Die Erwartungshaltung und ihre Folgen ist ein Thema, das Müller mehr beschäftigt als andere, vielleicht ist er deshalb besonders empfindlich, denn es ist in gewisser Weise auch sein persönliches Thema. „Ich habe bei der WM aufgebaut: Der Müller, der schießt Tore. Daran werde ich jetzt gemessen“, erzählte er gestern. Dass er selbst Tore „als grundsätzlich für mich nicht so wichtig betrachtet“, macht die Angelegenheit nicht einfacher.

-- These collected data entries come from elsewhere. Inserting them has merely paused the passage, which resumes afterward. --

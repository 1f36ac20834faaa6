import { afterAll, beforeAll, describe, expect, it, vi } from 'vitest';
import { Listing } from '../../server/features/listings/listing.entity';
import { currentFeeRates } from '../../server/features/orders/fee-rates';
import { Order } from '../../server/features/orders/order.entity';
import { orderAmounts } from '../../shared/orders/money';
import { RESERVATION_MINUTES } from '../../shared/orders/timing';
import type { CheckoutPreview, OrderView } from '../../shared/types/orders';
import { ADDRESS, saleFixture, startOrder } from '../support/checkout-fixtures';
import { buildUser } from '../support/factories';
import { buildListedListing, serviceBody } from '../support/listing-factories';
import { signedInAs } from '../support/sessions';
import { browserLikeAgent } from '../support/test-app';
import { startPayingApp, type PayingApp } from '../support/paying-app';

// Real sign-ins, listings with photos and a gazetteer load: slow on a shared machine.
vi.setConfig({ testTimeout: 30_000 });

let paying: PayingApp;
beforeAll(async () => {
  paying = await startPayingApp();
});
afterAll(() => paying.close());

describe('GET /api/orders/checkout', () => {
  it('prices every way the seller offers, with item, delivery, buyer fee and total, before any field', async () => {
    const sale = await saleFixture(paying.app);
    const rates = await currentFeeRates(paying.app.ctx.dataSource.manager);
    const res = await sale.buyerAgent.get(`/api/orders/checkout?listing=${sale.listing.id}`).expect(200);
    const preview = res.body as CheckoutPreview;
    expect(preview.available).toBe(true);
    expect(preview.testCards).toBe(true);
    expect(preview.options.map((o) => o.handover)).toEqual(['collection', 'seller_delivery', 'parcel']);
    // Amounts from shared/orders/money.ts orderAmounts (our fee rules), with the listing's own prices.
    for (const [handover, delivery] of [
      ['collection', 0],
      ['seller_delivery', 2_500],
      ['parcel', 1_800],
    ] as const) {
      const option = preview.options.find((o) => o.handover === handover)!;
      const expected = orderAmounts(18_000, delivery, rates);
      expect(option).toMatchObject({
        itemMinor: 18_000,
        deliveryMinor: delivery,
        buyerFeeMinor: expected.buyerFeeMinor,
        totalMinor: expected.totalMinor,
        needsAddress: handover !== 'collection',
      });
    }
    expect(preview.options[1]!.explanation).toContain('within 40 km of Crewe');
  });

  it('answers 404 for a build-service listing, which is bought through a quote instead', async () => {
    const ds = paying.app.ctx.dataSource;
    const builder = await buildUser(ds, { role: 'builder' });
    const service = await buildListedListing(paying.app.ctx, builder, await buildUser(ds, { role: 'moderator' }), {
      ...serviceBody(),
    });
    const agent = await signedInAs(paying.app, await buildUser(ds));
    await agent.get(`/api/orders/checkout?listing=${service.id}`).expect(404);
  });
});

describe('POST /api/orders', () => {
  it('creates the order and reserves the listing in one go, holding it for the reservation time', async () => {
    const sale = await saleFixture(paying.app);
    const before = Date.now();
    const order = await startOrder(sale, 'seller_delivery');
    expect(order).toMatchObject({ state: 'awaiting_payment', viewerRole: 'buyer', handover: 'seller_delivery' });
    expect(order.amounts.deliveryMinor).toBe(2_500);
    expect(order.deliveryAddress).toBe(ADDRESS);
    expect(order.sellerMoney).toBeNull();
    expect(order.due).toEqual({ purpose: 'full', amountMinor: order.amounts.totalMinor });
    expect(order.history.map((h) => h.move)).toEqual(['create']);
    const held = new Date(order.payableUntil!).getTime() - before;
    expect(held).toBeGreaterThanOrEqual(RESERVATION_MINUTES * 60_000 - 1000);
    expect(held).toBeLessThanOrEqual(RESERVATION_MINUTES * 60_000 + 5000);
    const listing = await paying.app.ctx.dataSource.getRepository(Listing).findOneByOrFail({ id: sale.listing.id });
    expect(listing.state).toBe('reserved');
  });

  it('returns the same open order on a second click instead of refusing the buyer', async () => {
    const sale = await saleFixture(paying.app);
    const first = await startOrder(sale);
    const again = await sale.buyerAgent
      .post('/api/orders')
      .send({ listingId: sale.listing.id, handover: 'parcel', deliveryAddress: ADDRESS })
      .expect(200);
    expect((again.body as OrderView).id).toBe(first.id);
    expect(await paying.app.ctx.dataSource.getRepository(Order).countBy({ listingId: sale.listing.id })).toBe(1);
  });

  it('tells a second buyer in plain words that someone has just reserved it (409 listing_reserved)', async () => {
    const sale = await saleFixture(paying.app);
    await startOrder(sale);
    const other = await signedInAs(paying.app, await buildUser(paying.app.ctx.dataSource));
    const res = await other
      .post('/api/orders')
      .send({ listingId: sale.listing.id, handover: 'collection' })
      .expect(409);
    expect(res.body.error.code).toBe('listing_reserved');
    expect(res.body.error.message).toMatch(/^Someone has just reserved this module/);
  });

  it('asks for the address when the module is brought to the buyer, next to the field (422)', async () => {
    const sale = await saleFixture(paying.app);
    const res = await sale.buyerAgent
      .post('/api/orders')
      .send({ listingId: sale.listing.id, handover: 'parcel' })
      .expect(422);
    expect(res.body.error.fields.deliveryAddress).toMatch(/address/);
  });

  it('refuses a way the seller does not offer, naming it (422 on handover)', async () => {
    const sale = await saleFixture(paying.app);
    const res = await sale.buyerAgent
      .post('/api/orders')
      .send({ listingId: sale.listing.id, handover: 'pallet', deliveryAddress: ADDRESS })
      .expect(422);
    expect(res.body.error.fields.handover).toContain('Pallet courier');
  });

  it('answers 403 when a seller tries to buy their own module, and 401 to a visitor', async () => {
    const sale = await saleFixture(paying.app);
    await sale.sellerAgent.post('/api/orders').send({ listingId: sale.listing.id, handover: 'collection' }).expect(403);
    const visitor = await browserLikeAgent(paying.app);
    await visitor.post('/api/orders').send({ listingId: sale.listing.id, handover: 'collection' }).expect(401);
  });
});

describe('GET /api/orders/:id', () => {
  it('shows the seller their commission and payout but not the address before payment', async () => {
    const sale = await saleFixture(paying.app);
    const order = await startOrder(sale);
    const res = await sale.sellerAgent.get(`/api/orders/${order.id}`).expect(200);
    const view = res.body as OrderView;
    expect(view.viewerRole).toBe('seller');
    expect(view.deliveryAddress).toBeNull();
    expect(view.sellerMoney).toMatchObject({ payoutMinor: expect.any(Number), commissionMinor: expect.any(Number) });
    expect(view.sellerMoney!.payoutMinor + view.sellerMoney!.commissionMinor).toBe(18_000 + 1_800);
  });

  it('answers 404 to another member and to a moderator while no problem is raised', async () => {
    const sale = await saleFixture(paying.app);
    const order = await startOrder(sale);
    const ds = paying.app.ctx.dataSource;
    const stranger = await signedInAs(paying.app, await buildUser(ds));
    await stranger.get(`/api/orders/${order.id}`).expect(404);
    await stranger.post(`/api/orders/${order.id}/payments`).send({ paymentMethod: 'pm_card_visa' }).expect(404);
    await stranger.post(`/api/orders/${order.id}/give-up`).expect(404);
    const moderator = await signedInAs(paying.app, await buildUser(ds, { role: 'moderator' }));
    await moderator.get(`/api/orders/${order.id}`).expect(404);
    await ds.getRepository(Order).update(order.id, { problemRaisedAt: new Date() });
    const res = await moderator.get(`/api/orders/${order.id}`).expect(200);
    expect(res.body.viewerRole).toBe('moderator');
  });
});

describe('POST /api/orders/:id/give-up', () => {
  it('lapses the unpaid order and offers the module to others at once', async () => {
    const sale = await saleFixture(paying.app);
    const order = await startOrder(sale);
    await sale.sellerAgent.post(`/api/orders/${order.id}/give-up`).expect(403);
    const res = await sale.buyerAgent.post(`/api/orders/${order.id}/give-up`).expect(200);
    expect((res.body as OrderView).state).toBe('lapsed');
    const listing = await paying.app.ctx.dataSource.getRepository(Listing).findOneByOrFail({ id: sale.listing.id });
    expect(listing.state).toBe('listed');
    const other = await signedInAs(paying.app, await buildUser(paying.app.ctx.dataSource));
    await other.post('/api/orders').send({ listingId: sale.listing.id, handover: 'collection' }).expect(201);
  });
});
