import { afterAll, beforeAll, describe, expect, it } from 'vitest';
import type { AppInstance } from '../../server/app';
import { browserLikeAgent, startTestApp } from '../support/test-app';

let app: AppInstance;
beforeAll(async () => {
  app = await startTestApp();
});
afterAll(() => app.close());

describe('GET /api/towns', () => {
  it('suggests British and Irish towns whose names start with the typed letters, largest first', async () => {
    const res = await (await browserLikeAgent(app)).get('/api/towns').query({ q: 'man' });
    expect(res.status).toBe(200);
    expect(res.body.items[0]).toMatchObject({ id: 2643123, name: 'Manchester', adminArea: 'England', country: 'GB' });
    expect(res.body.items.length).toBeLessThanOrEqual(10);
    expect(res.body.items.every((t: { name: string }) => t.name.toLowerCase().startsWith('man'))).toBe(true);
  });

  it('matches without regard to case or accents, and can keep to one country', async () => {
    const res = await (await browserLikeAgent(app)).get('/api/towns').query({ q: 'DUBL', country: 'IE' });
    expect(res.body.items[0]).toMatchObject({ name: 'Dublin', adminArea: 'Leinster', country: 'IE' });
  });

  it('asks for the start of a name', async () => {
    const res = await (await browserLikeAgent(app)).get('/api/towns');
    expect(res.status).toBe(422);
    expect(res.body.error.fields.q).toMatch(/start of a town/);
  });
});
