import request from 'supertest';
import { afterAll, beforeAll, describe, expect, it } from 'vitest';
import type { AppInstance } from '../../server/app';
import { User } from '../../server/features/users/user.entity';
import { buildUser, GOOD_PASSWORD, uniqueEmail } from '../support/factories';
import { linkIn, messagesTo, waitForMail } from '../support/inbox';
import { browserLikeAgent, startTestApp } from '../support/test-app';

let app: AppInstance;
beforeAll(async () => {
  app = await startTestApp();
});
afterAll(() => app.close());

describe('POST /api/auth/sign-up', () => {
  it('opens an account and e-mails a link that confirms the address', async () => {
    const agent = await browserLikeAgent(app);
    const email = uniqueEmail();

    const res = await agent
      .post('/api/auth/sign-up')
      .send({ email: email.toUpperCase(), displayName: 'Ada Pennant', password: GOOD_PASSWORD });

    expect(res.status).toBe(202);
    const mail = await waitForMail(email, 'Confirm your e-mail address');
    const token = linkIn(mail, '/verify-email').searchParams.get('token');
    await agent.post('/api/auth/verify-email').send({ token }).expect(200);
    const stored = await app.ctx.dataSource.getRepository(User).findOneByOrFail({ email });
    expect(stored.emailVerifiedAt).not.toBeNull();
    expect(stored.passwordHash).toMatch(/^\$argon2id\$v=19\$m=19456,t=2,p=1\$/);
  });

  it('gives the same answer for an address that already has an account, and tells its owner', async () => {
    const owner = await buildUser(app.ctx.dataSource);
    const agent = await browserLikeAgent(app);
    const fresh = await agent
      .post('/api/auth/sign-up')
      .send({ email: uniqueEmail(), displayName: 'New Person', password: GOOD_PASSWORD });

    const taken = await agent
      .post('/api/auth/sign-up')
      .send({ email: owner.email, displayName: 'Someone Else', password: GOOD_PASSWORD });

    expect(taken.status).toBe(fresh.status);
    expect(taken.body).toEqual(fresh.body);
    await waitForMail(owner.email, 'Someone tried to join');
  });

  it('refuses a link that has already been used', async () => {
    const agent = await browserLikeAgent(app);
    const email = uniqueEmail();
    await agent
      .post('/api/auth/sign-up')
      .send({ email, displayName: 'Bram Siding', password: GOOD_PASSWORD })
      .expect(202);
    const token = linkIn(await waitForMail(email, 'Confirm'), '/verify-email').searchParams.get('token');
    await agent.post('/api/auth/verify-email').send({ token }).expect(200);

    const again = await agent.post('/api/auth/verify-email').send({ token });

    expect(again.status).toBe(400);
    expect(again.body.error.code).toBe('token_invalid');
  });

  it('answers 422 naming each bad field, and stores nothing', async () => {
    const agent = await browserLikeAgent(app);
    const email = uniqueEmail();

    const res = await agent
      .post('/api/auth/sign-up')
      .send({ email, displayName: 'J', password: 'short', role: 'admin' });

    expect(res.status).toBe(422);
    expect(res.body.error.code).toBe('validation_failed');
    expect(res.body.error.fields).toEqual({
      displayName: 'Name must be at least 2 characters.',
      password: 'Password must be at least 12 characters.',
      role: 'This field is not accepted here.',
    });
    expect(await app.ctx.dataSource.getRepository(User).countBy({ email })).toBe(0);
  });

  it('refuses one of the most common passwords, even with digits added', async () => {
    const agent = await browserLikeAgent(app);

    const res = await agent
      .post('/api/auth/sign-up')
      .send({ email: uniqueEmail(), displayName: 'Cass Viaduct', password: 'qwertyuiop123' });

    expect(res.status).toBe(422);
    expect(res.body.error.fields.password).toMatch(/most commonly used/);
  });

  it('answers 400 to malformed JSON and 415 to a body that is not JSON', async () => {
    const agent = await browserLikeAgent(app);

    const malformed = await agent.post('/api/auth/sign-up').set('Content-Type', 'application/json').send('{"email": ');
    const text = await agent.post('/api/auth/sign-up').set('Content-Type', 'text/plain').send('email=a@b.test');

    expect(malformed.status).toBe(400);
    expect(malformed.body.error.code).toBe('malformed_json');
    expect(text.status).toBe(415);
  });

  it('refuses a request without the session CSRF token and sends no e-mail', async () => {
    const email = uniqueEmail();

    const res = await request(app.app)
      .post('/api/auth/sign-up')
      .send({ email, displayName: 'Dee Fishplate', password: GOOD_PASSWORD });

    expect(res.status).toBe(403);
    expect(res.body.error.code).toBe('csrf_invalid');
    await new Promise((resolve) => setTimeout(resolve, 300));
    expect(await messagesTo(email)).toHaveLength(0);
  });
});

Fünfmal hat er bei der WM vor zwei Jahren getroffen - und war darüber selbst überrascht. „Fünf Tore hätte ich nie für möglich gehalten“, sagte er, „da muss schon einiges an Fügung zusammenkommen.“ Wenn dann wie jetzt gegen Portugal (1:0), Niederlande (2:1) und Dänemark (2:1) Müller-Tore ausbleiben, dann bringt ihn das nicht aus der Fassung. Die Öffentlichkeit aber denkt: Mensch, der Müller ist auch nicht mehr das, was er mal war.

Sich von dieser Last zu befreien, ist nicht einfach für einen, der gerade mal 22Jahre alt ist und in allen drei Spielen gute Aktionen hatte, aber eine riesige Chance wie gegen Dänemark versiebt hatte.

Müller widerspricht nicht, als jemand die Behauptung aufstellt, 2010 wäre der Ball drin gewesen. Eine kleine Einordnung liefert er trotzdem. „Ich erwarte selbst von mir, dass ich da ein Tor mache“, sagte Müller.